2. Results and Discussion

2.1. Visual Phase Studies

The visual phase studies allowed us to determine the occurrence of lyotropic liquid crystals via optical birefringence. In addition, they helped identifying transition temperatures, namely the melting points of the lyotropic liquid crystals and the sol-gel transition of the gel network. Therefore, we were able to measure the influence of 12-HOA on the phase boundaries of the lyotropic liquid crystalline phases of the system H2O–C12E7. As already mentioned, the system H2O–C12E7 forms three liquid crystalline phases as a function of the surfactant concentration, namely the hexagonal phase H1, the bicontinuous cubic phase V1 and the lamellar phase Lα. The visually determined Ta phase diagram of the binary system H2O–C12E7, as well as those of the systems in the presence of 12-HOA, i.e., H2O–C12E7–12-HOA with 12-HOA mass fractions η = 0.015, 0.025, 0.05, are shown in Figure 1.

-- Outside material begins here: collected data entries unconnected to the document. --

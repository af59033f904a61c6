import { eq } from 'drizzle-orm'
import { afterAll, beforeAll, describe, expect, it } from 'vitest'
import type { BrowserContext, Page } from 'playwright-core'
import { artifactsDir, launchBrowser } from '../../support/browser'
import { testDB, tables as t } from '../../support/db'
import { createWorkspace } from '../../support/users'
import { openAs, uploadSample } from './fixtures'

// The new-study form offers in each set slot only the sets that hold what the observable reads
// there: parton densities or fragmentation functions. The TOY replica sample stands in for a
// fragmentation set: its stored header is marked as one, as the upload of a set file that says
// its density records it (its numbers are parton densities, TOY data).
describe('the study form and fragmentation functions', () => {
  let context: BrowserContext
  let close: () => Promise<void>
  const shot = (page: Page, name: string) => page.screenshot({ path: `${artifactsDir}hadron-${name}.png`, fullPage: true, animations: 'disabled' })
  const mainSlot = (page: Page) => page.locator('[data-slot="main"]')

  beforeAll(async () => {
    ({ context, close } = await launchBrowser())
  })
  afterAll(async () => { await close?.() })

  it('offers parton sets as main sets and fragmentation sets as the second set of a multiplicity, and fragmentation sets alone for e⁺e⁻', async () => {
    const ws = await createWorkspace('Fragmentation desk')
    const [pdf, ff] = await Promise.all(['toy-hessian.sheafset', 'toy-replicas.sheafset'].map(f => uploadSample(ws.analyst.client, ws.id, f)))
    const db = testDB()
    const [row] = await db.select({ header: t.errorSets.header }).from(t.errorSets).where(eq(t.errorSets.id, ff!.body.id))
    await db.update(t.errorSets).set({ header: { ...row!.header, density: { type: 'fragmentation', hadron: 'pi+' } } }).where(eq(t.errorSets.id, ff!.body.id))

    const page = await openAs(context, ws.analyst, '/studies')
    const errors: string[] = []
    page.on('console', m => { if (m.type() === 'error') errors.push(m.text()) })
    await page.getByRole('button', { name: 'New study' }).click()
    await page.locator('#kernel-picker').selectOption('sidis-multiplicity')
    await expect.poll(() => mainSlot(page).locator('legend').textContent()).toContain('parton densities')
    await expect.poll(() => mainSlot(page).locator('label').allTextContents()).toEqual([expect.stringContaining('toy-hessian')])
    const second = page.getByLabel('Second set — fragmentation functions')
    await expect.poll(() => second.locator('option').allTextContents()).toEqual(['choose a set', expect.stringMatching(/^toy-replicas .* · fragmentation functions into π⁺$/)])
    expect(await page.locator('[data-kernel-variables]').textContent()).toMatch(/x .*z .*Q²/)
    await page.getByLabel('Study name').fill('π⁺ multiplicity')
    await mainSlot(page).getByLabel(/toy-hessian/).check()
    await shot(page, 'form-multiplicity')
    await page.getByRole('button', { name: 'Create the study' }).click()
    await page.waitForURL(/\/studies\/[0-9a-f-]{36}/)
    const id = page.url().split('/').pop()!
    const study = (await ws.analyst.client.get(`/api/workspaces/${ws.id}/studies/${id}`)).body
    expect(study).toMatchObject({ setIds: [pdf!.body.id], secondSetId: ff!.body.id, spec: { kernel: 'sidis-multiplicity' } })
    await shot(page, 'study-multiplicity')

    const again = await openAs(context, ws.analyst, '/studies')
    await again.getByRole('button', { name: 'New study' }).click()
    await again.locator('#kernel-picker').selectOption('epem-hadron')
    await expect.poll(() => mainSlot(again).locator('legend').textContent()).toContain('fragmentation functions')
    await expect.poll(() => mainSlot(again).locator('label').allTextContents()).toEqual([expect.stringContaining('toy-replicas')])
    expect(await again.locator('[data-slot="second"]').count()).toBe(0)
    await shot(again, 'form-annihilation')
    expect(errors.filter(e => /Content Security Policy/.test(e))).toEqual([])
  })
})
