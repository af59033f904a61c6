import { describe, expect, it } from 'vitest'
import { readCsv } from '#shared/bins'
import { RESULT_CAUTION, bandsToCsv, bandsToJson, bandsToLatex, latexMeasurement, latexNumber, latexText, matrixToCsv } from '#shared/export'
import { makeBands } from '#shared/physics/uncertainty/band'
import { handMadeResult } from './result'

describe('bandsToCsv', () => {
  const text = bandsToCsv(handMadeResult())
  const comments = text.split('\r\n').filter(l => l.startsWith('#'))
  const { records } = readCsv(text, { comment: '#' })

  it('starts with the provenance and the caution as comment lines', () => {
    expect(comments).toContain('# set: Bramble-H version 1.2 (hessian-pairs, family Bramble)')
    expect(comments).toContain('# prescription: Hessian pairs, asymmetric; 68% CL (set published at 90% CL, rescaled)')
    expect(comments).toContain('# kernel: dy-mass (Drell–Yan dσ/dM); constants: sqrtSGeV=13000, alphaEm=0.0072973525643')
    expect(comments).toContain('# run by: ana@example.org at 2025-03-01T09:30:00.000Z')
    expect(comments).toContain('# result version: 3; approved by owner@example.org at 2025-03-02T10:00:00.000Z')
    expect(comments).toContain(`# caution: ${RESULT_CAUTION}`)
  })

  it('writes one line per bin with kinematics and every band, full precision', () => {
    expect(records[0]!.fields).toEqual(['mMin', 'mMax', 'note',
      'central[hessian-asym]', 'plus[hessian-asym]', 'minus[hessian-asym]', 'rel_plus_pct[hessian-asym]', 'rel_minus_pct[hessian-asym]',
      'central[hessian-sym]', 'plus[hessian-sym]', 'minus[hessian-sym]', 'rel_plus_pct[hessian-sym]', 'rel_minus_pct[hessian-sym]'])
    expect(records).toHaveLength(4)
    const first = records[1]!.fields
    expect(first.slice(0, 6)).toEqual(['200', '300', 'low, "edge"', '1.23456', '0.01234', '0.0156'])
    expect(Number(first[6])).toBeCloseTo((100 * 0.01234) / 1.23456, 12)
    expect(records[3]!.fields[3]).toBe('0.00001234')
  })

  it('refuses bands that do not match the bins', () => {
    const bad = handMadeResult()
    bad.bands[1]!.band.minus = [0.1]
    expect(() => bandsToCsv(bad)).toThrow('Band hessian-sym has 1 minus values for 3 bins')
  })
})

describe('bandsToJson', () => {
  it('carries a provenance object, the caution and per-bin values by band id', () => {
    const json = JSON.parse(JSON.stringify(bandsToJson(handMadeResult())))
    expect(json.provenance).toMatchObject({ resultVersion: 3, ranAt: '2025-03-01T09:30:00.000Z', approval: { state: 'approved', at: '2025-03-02T10:00:00.000Z' }, kernel: { id: 'dy-mass' } })
    expect(json.caution).toBe(RESULT_CAUTION)
    expect(json.bins[1]).toMatchObject({ index: 2, kinematics: { mMin: 300, mMax: 500, note: null }, values: { 'hessian-sym': { central: 0.0996123, plus: 0.0065, minus: 0.0065 } } })
  })
})

describe('LaTeX', () => {
  it.each([
    [1.23456, 0.01234, 0.0156, '$1.235^{+0.012}_{-0.016}$'],
    [0.0996123, 0.00996, 0.0031, '$0.0996^{+0.0100}_{-0.0031}$'], // one decimal place for both errors
    [16.95, 1.04, 0.97, '$17.0 \\pm 1.0$'], // was the uneven 16.95^{+1.0}_{-0.97}
    [1.234e-5, 2.1e-7, 1.9e-7, '$(1.234^{+0.021}_{-0.019})\\times 10^{-5}$'],
    [1.23456, 0.014, 0.014, '$1.235 \\pm 0.014$'],
    [3.14159, 0, 0, '$3.142$']
  ])('latexMeasurement(%d, %d, %d) → %s', (c, p, m, tex) => {
    expect(latexMeasurement(c, p, m)).toBe(tex)
  })

  it('escapes text and writes symbols as math', () => {
    expect(latexText('Q² [GeV²] 5% & a_b #1 $')).toBe('Q$^{2}$ [GeV$^{2}$] 5\\% \\& a\\_b \\#1 \\$')
    expect(latexText('GeV⁻²')).toBe('GeV$^{-2}$')
    // <, > and | have no glyph in the default text font: they go to math mode
    expect(latexText('|y| < 2.5 (x below 0.99)')).toBe('$|$y$|$ $<$ 2.5 (x below 0.99)')
    expect(latexText('Q² ≥ 4')).toBe('Q$^{2}$ $\\geq$ 4')
    expect(latexText('√s = 13 TeV')).toBe('$\\sqrt{s}$ = 13 TeV')
    expect(latexText('dσ/dM, σ² — x·y')).toBe('d$\\sigma$/dM, $\\sigma^{2}$ --- x$\\cdot$y')
    expect(latexNumber(1e4)).toBe('10000')
    expect(latexNumber(1e-7)).toBe('$10^{-7}$')
    expect(latexNumber(2.5e7)).toBe('$2.5\\times10^{7}$')
    expect(latexNumber(null)).toBe('--')
  })

  it('writes a booktabs table with the provenance block and a caption note', () => {
    const tex = bandsToLatex(handMadeResult(), { bands: ['hessian-asym'], label: 'tab:dy' })
    const lines = tex.split('\n')
    expect(lines[0]).toBe('% Sheaf export: LaTeX table of bands')
    expect(lines).toContain('% run by: ana@example.org at 2025-03-01T09:30:00.000Z')
    expect(lines).toContain('  \\begin{tabular}{cccr}')
    expect(lines).toContain('    $M_{\\min}$ [GeV] & $M_{\\max}$ [GeV] & note & $\\mathrm{d}\\sigma/\\mathrm{d}M$ [pb/GeV] \\\\')
    expect(lines).toContain('    200 & 300 & low, "edge" & $1.235^{+0.012}_{-0.016}$ \\\\')
    expect(lines).toContain('    500 & 10000 & -- & $(1.234^{+0.021}_{-0.019})\\times 10^{-5}$ \\\\')
    expect(tex).toContain('\\toprule')
    expect(tex).toContain('\\bottomrule')
    const caption = lines.find(l => l.startsWith('  \\caption{'))!
    expect(caption).toContain('$\\mathrm{d}\\sigma/\\mathrm{d}M$: Hessian, asymmetric.')
    expect(caption).toContain('Set Bramble-H version 1.2 (hessian-pairs, family Bramble); 68\\% CL (set published at 90\\% CL, rescaled).')
    expect(caption).toContain('Result version 3, approved by owner@example.org')
    expect(caption).toContain('PDF uncertainty only, not the full theory uncertainty.')
    expect(lines).toContain('  \\label{tab:dy}')
  })

  it('keeps column heads short: one head over the bands, a letter per band explained in the caption', () => {
    const tex = bandsToLatex(handMadeResult())
    const lines = tex.split('\n')
    expect(lines).toContain('     &  &  & \\multicolumn{2}{c}{$\\mathrm{d}\\sigma/\\mathrm{d}M$ [pb/GeV]} \\\\')
    expect(lines).toContain('    $M_{\\min}$ [GeV] & $M_{\\max}$ [GeV] & note & (a) & (b) \\\\')
    expect(tex).toContain('Columns (a) Hessian, asymmetric; (b) Hessian, symmetric.')
    const head = lines.filter(l => l.includes('\\\\') && !l.includes('$1.') && !l.includes('$0.') && !l.includes('10^{-5}'))
    for (const l of head) expect(l.replace(/\$[^$]*\$/g, 'X').length).toBeLessThan(60)
  })

  it('writes a long table as a longtable that repeats its head on every page', () => {
    const r = handMadeResult()
    const n = 200
    r.bins = Array.from({ length: n }, (_, i) => ({ mMin: 100 + i, mMax: 101 + i, note: null }))
    r.bands = r.bands.map(b => ({ ...b, band: makeBands(Array(n).fill(2), Array(n).fill(0.1), Array(n).fill(0.1)) }))
    const tex = bandsToLatex(r)
    expect(tex).toContain('\\begin{longtable}{cccrr}')
    expect(tex).toContain('\\endhead')
    expect(tex).not.toContain('\\begin{table}')
    expect(tex).toContain('% needs \\usepackage{booktabs} and \\usepackage{longtable}')
    expect(tex).toContain('% caution: ')
    expect(tex.split('\n').filter(l => l.includes('$2.00 \\pm 0.10$'))).toHaveLength(n)
  })

  it('writes μ_F as one math subscript', () => {
    expect(latexText('μ_F/μ = 0.5, 1, 2')).toBe('$\\mu_{F}$/$\\mu$ = 0.5, 1, 2')
    expect(latexText('a_b')).toBe('a\\_b')
  })

  it('marks a draft as not reviewed and refuses an unknown band', () => {
    const draft = handMadeResult()
    draft.provenance.approval = { state: 'draft' }
    expect(bandsToLatex(draft)).toContain('Result version 3, draft, not reviewed.')
    expect(() => bandsToLatex(draft, { bands: ['replicas'] })).toThrow("The result has no band 'replicas'; it has hessian-asym, hessian-sym")
  })
})

describe('matrixToCsv', () => {
  const { provenance, observable } = handMadeResult()
  it('writes a labelled square matrix with provenance and unit', () => {
    const text = matrixToCsv({ provenance, observable, kind: 'covariance', values: [[4e-4, -1e-5], [-1e-5, 9e-6]] })
    expect(text).toContain('# Sheaf export: covariance matrix between bins [(pb/GeV)²]')
    expect(readCsv(text, { comment: '#' }).records.map(r => r.fields)).toEqual([['bin', 'bin 1', 'bin 2'], ['bin 1', '0.0004', '-0.00001'], ['bin 2', '-0.00001', '0.000009']])
  })
  it('refuses a non-square matrix, wrong labels, and correlations beyond ±1', () => {
    expect(() => matrixToCsv({ provenance, observable, kind: 'covariance', values: [[1, 2], [3]] })).toThrow('row 2 has 1 entries for 2 bins')
    expect(() => matrixToCsv({ provenance, observable, kind: 'correlation', values: [[1]], labels: ['a', 'b'] })).toThrow('2 bin labels for a 1 × 1 correlation matrix')
    expect(() => matrixToCsv({ provenance, observable, kind: 'correlation', values: [[1, 1.2], [1.2, 1]] })).toThrow('Correlation between bins 1 and 2 is 1.2')
  })
})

The black circles refer to the binary system H2O–C12E7 and we note that the phase boundaries are in good agreement with literature data [21]. The highly viscous and transparent hexagonal H1 phase occurs at a surfactant concentration range of γa ≈ 0.40–0.68 and melts at temperatures T ≈ 50 °C. At higher surfactant concentrations, in a range of γa ≈ 0.72–0.85, the lamellar Lα phase is formed. The Lα phase melts at about the same temperatures as the hexagonal H1 phase, but is less viscous and appears slightly turbid. The highly viscous, transparent bicontinuous cubic phase V1 occurs between the hexagonal phase H1 and the lamellar phase Lα in a surfactant concentration range γα ≈ 0.68–0.72 and melts at temperatures T ≈ 46 °C. In contrast to the anisotropic H1 and Lα phases, the bicontinuous cubic phase V1 is characterized by optical isotropy. The V1 phase will not be discussed further as it is difficult to identify, especially in the presence of 12-HOA. The upper miscibility gap (2φ), which is typical for oligo (ethylene oxide) alkyl ethers, was detected at higher temperatures for surfactant concentrations up to γa = 0.50.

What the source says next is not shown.